YOUR OBJECTIVE:
Examine each line of the data. Copy the line if it includes the word "WHERE".

** DATA FOR THIS EXERCISE follows **

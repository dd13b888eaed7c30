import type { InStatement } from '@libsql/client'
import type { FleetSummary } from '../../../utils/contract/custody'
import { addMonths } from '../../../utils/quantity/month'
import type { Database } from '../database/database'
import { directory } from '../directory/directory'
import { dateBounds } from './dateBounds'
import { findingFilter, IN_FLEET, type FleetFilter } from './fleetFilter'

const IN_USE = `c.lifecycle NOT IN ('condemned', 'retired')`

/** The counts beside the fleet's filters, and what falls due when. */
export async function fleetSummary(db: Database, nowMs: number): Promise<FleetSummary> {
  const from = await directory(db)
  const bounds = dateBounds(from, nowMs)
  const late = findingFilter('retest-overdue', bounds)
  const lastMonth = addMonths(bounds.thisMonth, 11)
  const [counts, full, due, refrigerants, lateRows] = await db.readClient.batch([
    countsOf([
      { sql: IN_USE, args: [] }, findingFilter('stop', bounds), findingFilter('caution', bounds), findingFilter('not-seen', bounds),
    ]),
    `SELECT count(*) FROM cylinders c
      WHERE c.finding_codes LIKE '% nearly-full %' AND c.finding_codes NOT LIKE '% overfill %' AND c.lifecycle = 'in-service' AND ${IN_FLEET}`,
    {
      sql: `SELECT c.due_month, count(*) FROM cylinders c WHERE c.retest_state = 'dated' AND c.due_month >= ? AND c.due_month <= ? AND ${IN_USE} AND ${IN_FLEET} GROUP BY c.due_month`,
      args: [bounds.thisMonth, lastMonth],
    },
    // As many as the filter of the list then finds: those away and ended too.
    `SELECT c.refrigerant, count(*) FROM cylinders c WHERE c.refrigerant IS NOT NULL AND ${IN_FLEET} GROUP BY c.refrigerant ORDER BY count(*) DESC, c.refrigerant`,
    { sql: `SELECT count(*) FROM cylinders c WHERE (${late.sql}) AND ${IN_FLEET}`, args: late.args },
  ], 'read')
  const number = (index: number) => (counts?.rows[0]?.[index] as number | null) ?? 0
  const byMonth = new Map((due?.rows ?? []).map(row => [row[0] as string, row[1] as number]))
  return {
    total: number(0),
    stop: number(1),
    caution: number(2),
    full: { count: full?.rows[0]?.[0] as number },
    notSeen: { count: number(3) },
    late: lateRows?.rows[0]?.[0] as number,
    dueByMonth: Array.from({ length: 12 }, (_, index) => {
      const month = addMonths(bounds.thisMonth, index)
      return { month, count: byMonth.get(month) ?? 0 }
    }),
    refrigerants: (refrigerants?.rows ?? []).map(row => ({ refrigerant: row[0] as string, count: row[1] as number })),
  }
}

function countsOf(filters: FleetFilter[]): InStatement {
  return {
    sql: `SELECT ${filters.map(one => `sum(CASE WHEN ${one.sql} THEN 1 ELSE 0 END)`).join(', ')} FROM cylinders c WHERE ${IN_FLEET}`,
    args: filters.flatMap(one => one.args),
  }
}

** End of DATA FOR THIS EXERCISE **
** DATA FOR THIS EXERCISE follows **

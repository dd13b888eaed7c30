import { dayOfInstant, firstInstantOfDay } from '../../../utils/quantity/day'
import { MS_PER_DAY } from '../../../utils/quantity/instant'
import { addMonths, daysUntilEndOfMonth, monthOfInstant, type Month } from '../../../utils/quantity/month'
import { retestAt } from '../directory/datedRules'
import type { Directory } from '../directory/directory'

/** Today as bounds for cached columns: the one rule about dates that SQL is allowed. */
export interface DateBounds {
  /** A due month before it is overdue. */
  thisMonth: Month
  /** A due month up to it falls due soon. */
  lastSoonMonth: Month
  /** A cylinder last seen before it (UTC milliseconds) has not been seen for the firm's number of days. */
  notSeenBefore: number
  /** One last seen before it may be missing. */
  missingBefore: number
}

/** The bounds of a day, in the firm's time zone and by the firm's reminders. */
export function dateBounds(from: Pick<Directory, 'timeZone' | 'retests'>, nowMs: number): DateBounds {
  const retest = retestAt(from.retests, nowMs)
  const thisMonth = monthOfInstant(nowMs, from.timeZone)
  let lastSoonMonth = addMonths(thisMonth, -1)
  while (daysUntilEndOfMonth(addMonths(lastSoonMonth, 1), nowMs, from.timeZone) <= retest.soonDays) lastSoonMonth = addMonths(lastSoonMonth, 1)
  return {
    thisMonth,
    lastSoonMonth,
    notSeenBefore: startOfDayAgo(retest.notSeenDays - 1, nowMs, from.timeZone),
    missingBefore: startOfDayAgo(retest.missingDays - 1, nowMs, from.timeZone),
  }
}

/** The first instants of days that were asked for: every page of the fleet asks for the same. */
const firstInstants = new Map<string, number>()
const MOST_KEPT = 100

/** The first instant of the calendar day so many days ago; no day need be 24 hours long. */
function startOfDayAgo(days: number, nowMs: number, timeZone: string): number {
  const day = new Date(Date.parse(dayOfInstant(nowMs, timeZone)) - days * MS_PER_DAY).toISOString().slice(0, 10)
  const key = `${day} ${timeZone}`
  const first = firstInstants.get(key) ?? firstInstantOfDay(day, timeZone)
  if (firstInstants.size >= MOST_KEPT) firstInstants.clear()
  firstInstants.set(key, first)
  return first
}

** End of DATA FOR THIS EXERCISE **

ANSWER SECTION:
      WHERE c.finding_codes LIKE '% nearly-full %' AND c.finding_codes NOT LIKE '% overfill %' AND c.lifecycle = 'in-service' AND ${IN_FLEET}`,
      sql: `SELECT c.due_month, count(*) FROM cylinders c WHERE c.retest_state = 'dated' AND c.due_month >= ? AND c.due_month <= ? AND ${IN_USE} AND ${IN_FLEET} GROUP BY c.due_month`,
    `SELECT c.refrigerant, count(*) FROM cylinders c WHERE c.refrigerant IS NOT NULL AND ${IN_FLEET} GROUP BY c.refrigerant ORDER BY count(*) DESC, c.refrigerant`,
    { sql: `SELECT count(*) FROM cylinders c WHERE (${late.sql}) AND ${IN_FLEET}`, args: late.args },
    sql: `SELECT ${filters.map(one => `sum(CASE WHEN ${one.sql} THEN 1 ELSE 0 END)`).join(', ')} FROM cylinders c WHERE ${IN_FLEET}`,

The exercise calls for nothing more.